YOUR TASK. Repeat exactly the lines from the first line of the records through the line containing "2. it is carried", and nothing more.

DATASET EXTRACT Block Start

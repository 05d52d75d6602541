"""Energy yield: IEC 61400-12-1 method of bins against per-sector Weibull climates.

The chain for one site, all arrays broadcast over (position P, turbine T, sector S, bin edge J):

1. the published curve (at 1.225 kg/m³) is carried to the site's air density
   (:func:`density_corrected_power_w`, stall and pitch variants);
2. it is carried from the turbulence it was measured at to the site's
   (:func:`site_turbulence_curve_w`: only the difference is normalised, with conservative
   allowances for small rotors in strong turbulence and no credit in recirculation), the
   Gaussian averages exact for the piecewise-linear curve (:func:`gaussian_average_segments`;
   :func:`gaussian_average` for any function), tabulated once per turbine over the
   turbulence intensities that occur (:func:`turbulent_curve_table_w`) and looked up per
   position and sector;
3. skewed inflow lowers the speed the rotor sees, by axis type (:func:`skew_speed_factor`);
4. the curve is integrated against each sector's Weibull exactly (:mod:`engine.energy.exact`)
   and by the method of bins beside it (:class:`BinsSetup`, :func:`aep_method_of_bins_wh` for
   a plain curve);
5. the losses chain turns gross into net energy (:func:`losses_chain`).

:func:`yield_arrays` runs steps 1-5 and the speed sensitivity d ln E / d ln V used by
:mod:`engine.energy.uncertainty`; :func:`monthly_energy_wh` splits the year when the climate has
monthly mean speeds.

References
----------
IEC 61400-12-1:2017, Wind energy generation systems - Part 12-1: Power performance measurements
of electricity producing wind turbines (method of bins; air-density normalisation; annex on
turbulence normalisation). Wording and clause numbers from memory.
"""
from __future__ import annotations
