def test_plan_chart_colours_by_class_and_thins_lower_classes(sample_result):
    """The plan chart colours points by class and keeps every point of the two best classes."""
    table = sample_result.table
    spec = screening_charts.plan_scatter_chart(table).to_dict()
    assert spec["encoding"]["color"]["scale"]["domain"] == list(screening.CLASSES)
    pts = screening_charts.plan_points(table, max_points=300)
    assert len(pts) == min(300, len(table))
    n_top = int((table["suitability_code"] <= 1).sum())
    assert int((pts["suitability_code"] <= 1).sum()) == min(n_top, 300)


def test_demo_district_sample_is_reproducible():
    """The committed 1000-building sample is what the seeded generator writes."""
    made = make_district.make_district(1000)
    saved = pd.read_csv(SAMPLE, dtype={"id": str})
    pd.testing.assert_frame_equal(made.reset_index(drop=True), saved, check_dtype=False)


def test_building_assessment_is_a_valid_site_file(ctx, sample_result):
    """The assessment handed to the detailed steps round-trips through the site file."""
    a = screening.assessment_for_building(sample_result.table.iloc[3], ctx)
    assert sitefile.loads(sitefile.dumps(a)) == a
    assert a.positions[0].kind == "roof" and len(a.buildings) == 1
    assert screening.SESSION_KEY == "screening_assessment"  # documented in docs/screening.md


def test_latitude_longitude_table_screens_like_local_metres(ctx):
    """Buildings given by latitude/longitude land on the same plan and get the same results."""
    xy = pd.read_csv(SAMPLE, dtype={"id": str}).iloc[:60]
    lat0, lon0 = 48.0, 11.0
    R = 6_371_008.8  # IUGG mean Earth radius, as the conversion uses
    # Latitudes centred on lat0, so the plan's scale is cos(lat0) as in this construction.
    y_mid = (xy["y_m"].min() + xy["y_m"].max()) / 2
    ll = xy.drop(columns=["x_m", "y_m"]).assign(
        latitude_deg=lat0 + np.degrees((xy["y_m"] - y_mid) / R),
        longitude_deg=lon0 + np.degrees(xy["x_m"] / (R * math.cos(math.radians(lat0)))))
    a = screening.screen_local(xy, ctx).table.set_index("id")
    b = screening.screen_local(ll, ctx).table.set_index("id").loc[a.index]
    # The plan is centred on the table's middle: positions agree up to that shift.
    shift_x = float((b["x_m"] - a["x_m"]).median())
    assert np.allclose(b["x_m"] - shift_x, a["x_m"], atol=0.05)
    # The cell grid starts at the table's south-west corner: the same neighbourhoods, except
    # where a building sits exactly on a cell edge (120.00 m from the corner here), which
    # rounding in the conversion may put on either side.
    same = np.isclose(b["plan_area_fraction"], a["plan_area_fraction"], rtol=1e-9)
    assert same.mean() >= 0.95
    assert np.allclose(b["aep_kwh_ha-1k5"][same], a["aep_kwh_ha-1k5"][same], rtol=1e-9)


def test_malformed_csv_line_reported_on_its_line(ctx, tmp_path):
    """A line with more fields than the header is reported on its line; the others keep theirs."""
    path = tmp_path / "m.csv"
    path.write_text("id,x_m,y_m,length_m,width_m,height_m\n"
                    "a,0,0,12,8,9\n"
                    "b,30,0,12,8,9,7\n"
                    "c,60,0,12,8,oops\n"
                    "d,90,0,12,8,10\n")
    res = screening.screen_local(path, ctx)
    where = dict(res.problems)
    assert "expected 6 fields, saw 7" in where["line 3"]
    assert "height_m must be a number, got 'oops'" in where["line 4 (id 'c')"]
    assert sorted(res.table["id"]) == ["a", "d"]
    assert dict(zip(res.table["id"], res.table["line"])) == {"a": 2, "d": 5}


def test_per_row_terrain_transfer_uses_each_rows_ashrae_terrain(ctx):
    """One roughness per row picks that row's ASHRAE terrain in the power-law transfer."""
    from engine.flow import transfer

    clim = ctx.climates[""]
    # ASHRAE Handbook-Fundamentals, "Airflow Around Buildings", Table 1 (a, delta [m]):
    # flat open 0.10/210, open scattered 0.14/270, urban/suburban 0.22/370, city 0.33/460.
    table1 = {0.01: (0.10, 210.0), 0.1: (0.14, 270.0), 0.5: (0.22, 370.0), 1.5: (0.33, 460.0)}
    z0 = np.array(list(table1))
    hub = np.array([12.0, 15.0, 20.0, 30.0])
    k, c = transfer.weibull_at_hub(clim, z0, np.zeros(4), hub,
                                   model.TransferSettings(method="power_law"))
    a_met, d_met = table1[0.01] if clim.roughness_m < 0.02 else (
        table1[0.1] if clim.roughness_m < 0.15 else table1[0.5])
    z_met = clim.height_m - clim.displacement_m  # the demo station: 10 m, above its z_min
    for i, (a, depth) in enumerate(table1.values()):
        ratio = (d_met / z_met) ** a_met * (hub[i] / depth) ** a
        assert c[i] == pytest.approx(np.asarray(clim.weibull_c_ms) * ratio, rel=1e-12)
    assert np.all(k == np.asarray(clim.weibull_k))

DATASET EXTRACT Block End

SOLUTION TO THIS PROBLEM.
repository 05d52d75d6602541
"""Energy yield: IEC 61400-12-1 method of bins against per-sector Weibull climates.

The chain for one site, all arrays broadcast over (position P, turbine T, sector S, bin edge J):

1. the published curve (at 1.225 kg/m³) is carried to the site's air density
   (:func:`density_corrected_power_w`, stall and pitch variants);
2. it is carried from the turbulence it was measured at to the site's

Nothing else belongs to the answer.